--- Description of the task ---
Output only the lines below from the one containing "figure, (axes,) = new_figure(height=2.4)" to the one containing "far the axis", exactly as written, both ends kept.
[[ Excerpted records open ]]
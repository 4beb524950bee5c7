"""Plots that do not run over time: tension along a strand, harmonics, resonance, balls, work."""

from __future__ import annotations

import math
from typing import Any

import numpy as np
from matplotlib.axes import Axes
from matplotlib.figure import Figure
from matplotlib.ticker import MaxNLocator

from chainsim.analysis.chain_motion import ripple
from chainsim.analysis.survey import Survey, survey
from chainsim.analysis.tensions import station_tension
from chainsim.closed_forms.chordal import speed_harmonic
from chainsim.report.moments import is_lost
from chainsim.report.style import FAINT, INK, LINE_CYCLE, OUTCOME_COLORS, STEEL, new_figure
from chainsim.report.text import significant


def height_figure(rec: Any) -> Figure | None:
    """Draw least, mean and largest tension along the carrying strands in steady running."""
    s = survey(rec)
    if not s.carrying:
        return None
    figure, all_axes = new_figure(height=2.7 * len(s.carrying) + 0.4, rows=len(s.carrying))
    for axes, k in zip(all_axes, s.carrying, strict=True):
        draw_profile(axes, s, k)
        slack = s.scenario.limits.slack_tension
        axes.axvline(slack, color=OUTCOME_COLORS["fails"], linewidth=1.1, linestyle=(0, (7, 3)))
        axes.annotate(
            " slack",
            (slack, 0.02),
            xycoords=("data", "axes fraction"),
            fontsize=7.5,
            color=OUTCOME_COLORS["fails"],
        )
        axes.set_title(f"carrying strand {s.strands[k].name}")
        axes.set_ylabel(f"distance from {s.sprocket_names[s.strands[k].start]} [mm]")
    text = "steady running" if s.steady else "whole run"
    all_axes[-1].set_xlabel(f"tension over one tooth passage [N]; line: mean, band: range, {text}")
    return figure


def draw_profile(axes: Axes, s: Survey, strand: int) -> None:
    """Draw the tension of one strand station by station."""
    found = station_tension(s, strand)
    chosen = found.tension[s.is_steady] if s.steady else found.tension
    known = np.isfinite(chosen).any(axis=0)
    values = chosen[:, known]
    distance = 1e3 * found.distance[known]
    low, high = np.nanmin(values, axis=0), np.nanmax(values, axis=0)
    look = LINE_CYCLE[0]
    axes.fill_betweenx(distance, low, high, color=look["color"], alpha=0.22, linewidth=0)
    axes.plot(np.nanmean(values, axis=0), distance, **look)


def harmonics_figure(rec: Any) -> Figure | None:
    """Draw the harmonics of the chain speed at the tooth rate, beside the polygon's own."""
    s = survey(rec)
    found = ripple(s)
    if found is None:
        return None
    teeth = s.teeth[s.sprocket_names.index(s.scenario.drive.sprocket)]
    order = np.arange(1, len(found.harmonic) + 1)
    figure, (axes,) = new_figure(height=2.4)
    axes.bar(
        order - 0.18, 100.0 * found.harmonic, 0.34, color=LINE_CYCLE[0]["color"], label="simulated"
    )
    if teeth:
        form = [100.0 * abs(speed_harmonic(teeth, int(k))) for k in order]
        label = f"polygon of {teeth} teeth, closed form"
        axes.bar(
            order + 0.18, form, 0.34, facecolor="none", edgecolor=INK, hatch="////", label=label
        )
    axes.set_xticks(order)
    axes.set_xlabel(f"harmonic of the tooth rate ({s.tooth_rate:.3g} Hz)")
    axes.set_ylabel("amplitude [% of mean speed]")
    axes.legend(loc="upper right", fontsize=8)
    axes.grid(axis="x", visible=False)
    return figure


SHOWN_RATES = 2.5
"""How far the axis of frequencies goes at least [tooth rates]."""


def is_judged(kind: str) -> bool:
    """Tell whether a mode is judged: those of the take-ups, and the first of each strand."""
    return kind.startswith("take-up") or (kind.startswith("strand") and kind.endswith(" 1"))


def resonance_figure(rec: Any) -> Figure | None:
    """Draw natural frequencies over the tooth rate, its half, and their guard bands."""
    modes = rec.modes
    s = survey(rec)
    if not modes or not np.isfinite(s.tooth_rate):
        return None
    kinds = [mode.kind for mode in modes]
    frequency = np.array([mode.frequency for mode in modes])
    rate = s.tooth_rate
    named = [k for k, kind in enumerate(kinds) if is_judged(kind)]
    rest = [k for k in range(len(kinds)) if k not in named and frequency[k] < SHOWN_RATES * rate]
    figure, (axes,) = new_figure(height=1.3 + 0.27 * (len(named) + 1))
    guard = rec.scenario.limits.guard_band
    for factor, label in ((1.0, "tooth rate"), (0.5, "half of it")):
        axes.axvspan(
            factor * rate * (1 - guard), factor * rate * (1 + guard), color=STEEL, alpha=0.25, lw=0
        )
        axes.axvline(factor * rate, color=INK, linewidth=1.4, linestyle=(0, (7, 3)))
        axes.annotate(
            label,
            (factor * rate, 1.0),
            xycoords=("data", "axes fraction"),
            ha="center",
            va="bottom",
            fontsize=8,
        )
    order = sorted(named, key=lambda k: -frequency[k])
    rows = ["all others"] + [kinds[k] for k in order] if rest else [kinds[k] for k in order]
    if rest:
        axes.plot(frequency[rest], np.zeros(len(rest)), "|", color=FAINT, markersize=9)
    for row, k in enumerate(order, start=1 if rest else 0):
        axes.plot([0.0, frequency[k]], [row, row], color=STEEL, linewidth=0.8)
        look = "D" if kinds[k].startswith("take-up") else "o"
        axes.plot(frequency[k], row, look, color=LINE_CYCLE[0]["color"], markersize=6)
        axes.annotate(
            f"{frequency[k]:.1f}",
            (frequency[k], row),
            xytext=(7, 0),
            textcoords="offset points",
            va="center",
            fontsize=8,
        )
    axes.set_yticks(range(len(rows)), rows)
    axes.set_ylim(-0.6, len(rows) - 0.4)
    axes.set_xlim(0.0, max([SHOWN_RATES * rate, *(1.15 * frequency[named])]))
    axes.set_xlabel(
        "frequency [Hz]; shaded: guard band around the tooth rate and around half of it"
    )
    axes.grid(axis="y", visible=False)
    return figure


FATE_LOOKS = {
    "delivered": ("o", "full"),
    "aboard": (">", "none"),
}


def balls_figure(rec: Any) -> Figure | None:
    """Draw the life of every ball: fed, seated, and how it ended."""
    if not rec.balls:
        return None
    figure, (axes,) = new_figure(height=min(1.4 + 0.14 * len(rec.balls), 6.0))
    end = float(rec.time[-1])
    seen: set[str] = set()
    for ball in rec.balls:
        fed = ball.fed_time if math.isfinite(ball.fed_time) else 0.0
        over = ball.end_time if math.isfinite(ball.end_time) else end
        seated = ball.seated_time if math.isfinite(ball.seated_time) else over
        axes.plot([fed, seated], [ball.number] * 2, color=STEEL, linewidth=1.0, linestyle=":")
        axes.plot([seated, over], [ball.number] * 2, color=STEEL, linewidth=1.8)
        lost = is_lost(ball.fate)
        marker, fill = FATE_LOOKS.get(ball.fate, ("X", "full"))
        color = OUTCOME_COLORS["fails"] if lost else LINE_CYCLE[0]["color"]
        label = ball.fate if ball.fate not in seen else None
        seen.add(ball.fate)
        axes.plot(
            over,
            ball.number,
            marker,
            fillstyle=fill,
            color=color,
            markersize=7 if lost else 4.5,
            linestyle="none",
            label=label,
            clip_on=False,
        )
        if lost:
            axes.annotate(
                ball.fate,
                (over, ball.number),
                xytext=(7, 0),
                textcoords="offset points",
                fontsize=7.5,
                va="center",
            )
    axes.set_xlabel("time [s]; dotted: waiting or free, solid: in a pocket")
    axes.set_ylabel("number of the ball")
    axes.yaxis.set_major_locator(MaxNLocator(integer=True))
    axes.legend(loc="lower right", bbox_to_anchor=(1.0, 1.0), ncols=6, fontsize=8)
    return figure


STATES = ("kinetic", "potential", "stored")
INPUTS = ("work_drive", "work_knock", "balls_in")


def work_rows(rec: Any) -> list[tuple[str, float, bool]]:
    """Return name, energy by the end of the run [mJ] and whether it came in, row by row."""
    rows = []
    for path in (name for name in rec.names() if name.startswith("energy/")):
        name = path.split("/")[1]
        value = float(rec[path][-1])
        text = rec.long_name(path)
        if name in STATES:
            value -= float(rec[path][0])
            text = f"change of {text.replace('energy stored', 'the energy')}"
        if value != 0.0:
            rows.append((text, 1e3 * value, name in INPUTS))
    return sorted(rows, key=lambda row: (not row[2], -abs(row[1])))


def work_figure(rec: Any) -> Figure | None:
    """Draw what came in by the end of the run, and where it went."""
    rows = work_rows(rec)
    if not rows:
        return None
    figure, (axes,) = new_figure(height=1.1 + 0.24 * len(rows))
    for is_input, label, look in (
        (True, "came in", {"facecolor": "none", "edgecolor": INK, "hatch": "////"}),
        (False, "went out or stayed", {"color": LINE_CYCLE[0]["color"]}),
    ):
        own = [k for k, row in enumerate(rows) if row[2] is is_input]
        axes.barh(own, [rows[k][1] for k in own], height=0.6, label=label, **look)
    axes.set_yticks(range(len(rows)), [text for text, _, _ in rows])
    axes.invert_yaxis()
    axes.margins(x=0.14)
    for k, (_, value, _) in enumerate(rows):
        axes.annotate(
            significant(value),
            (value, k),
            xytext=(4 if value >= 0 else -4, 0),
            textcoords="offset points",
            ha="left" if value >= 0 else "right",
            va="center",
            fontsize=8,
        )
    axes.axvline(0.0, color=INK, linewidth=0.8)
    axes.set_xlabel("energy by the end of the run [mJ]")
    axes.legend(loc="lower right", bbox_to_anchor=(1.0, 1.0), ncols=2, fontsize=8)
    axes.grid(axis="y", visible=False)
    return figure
[[ Excerpted records closed ]]
--- Expected answer ---
    figure, (axes,) = new_figure(height=2.4)
    axes.bar(
        order - 0.18, 100.0 * found.harmonic, 0.34, color=LINE_CYCLE[0]["color"], label="simulated"
    )
    if teeth:
        form = [100.0 * abs(speed_harmonic(teeth, int(k))) for k in order]
        label = f"polygon of {teeth} teeth, closed form"
        axes.bar(
            order + 0.18, form, 0.34, facecolor="none", edgecolor=INK, hatch="////", label=label
        )
    axes.set_xticks(order)
    axes.set_xlabel(f"harmonic of the tooth rate ({s.tooth_rate:.3g} Hz)")
    axes.set_ylabel("amplitude [% of mean speed]")
    axes.legend(loc="upper right", fontsize=8)
    axes.grid(axis="x", visible=False)
    return figure


SHOWN_RATES = 2.5
"""How far the axis of frequencies goes at least [tooth rates]."""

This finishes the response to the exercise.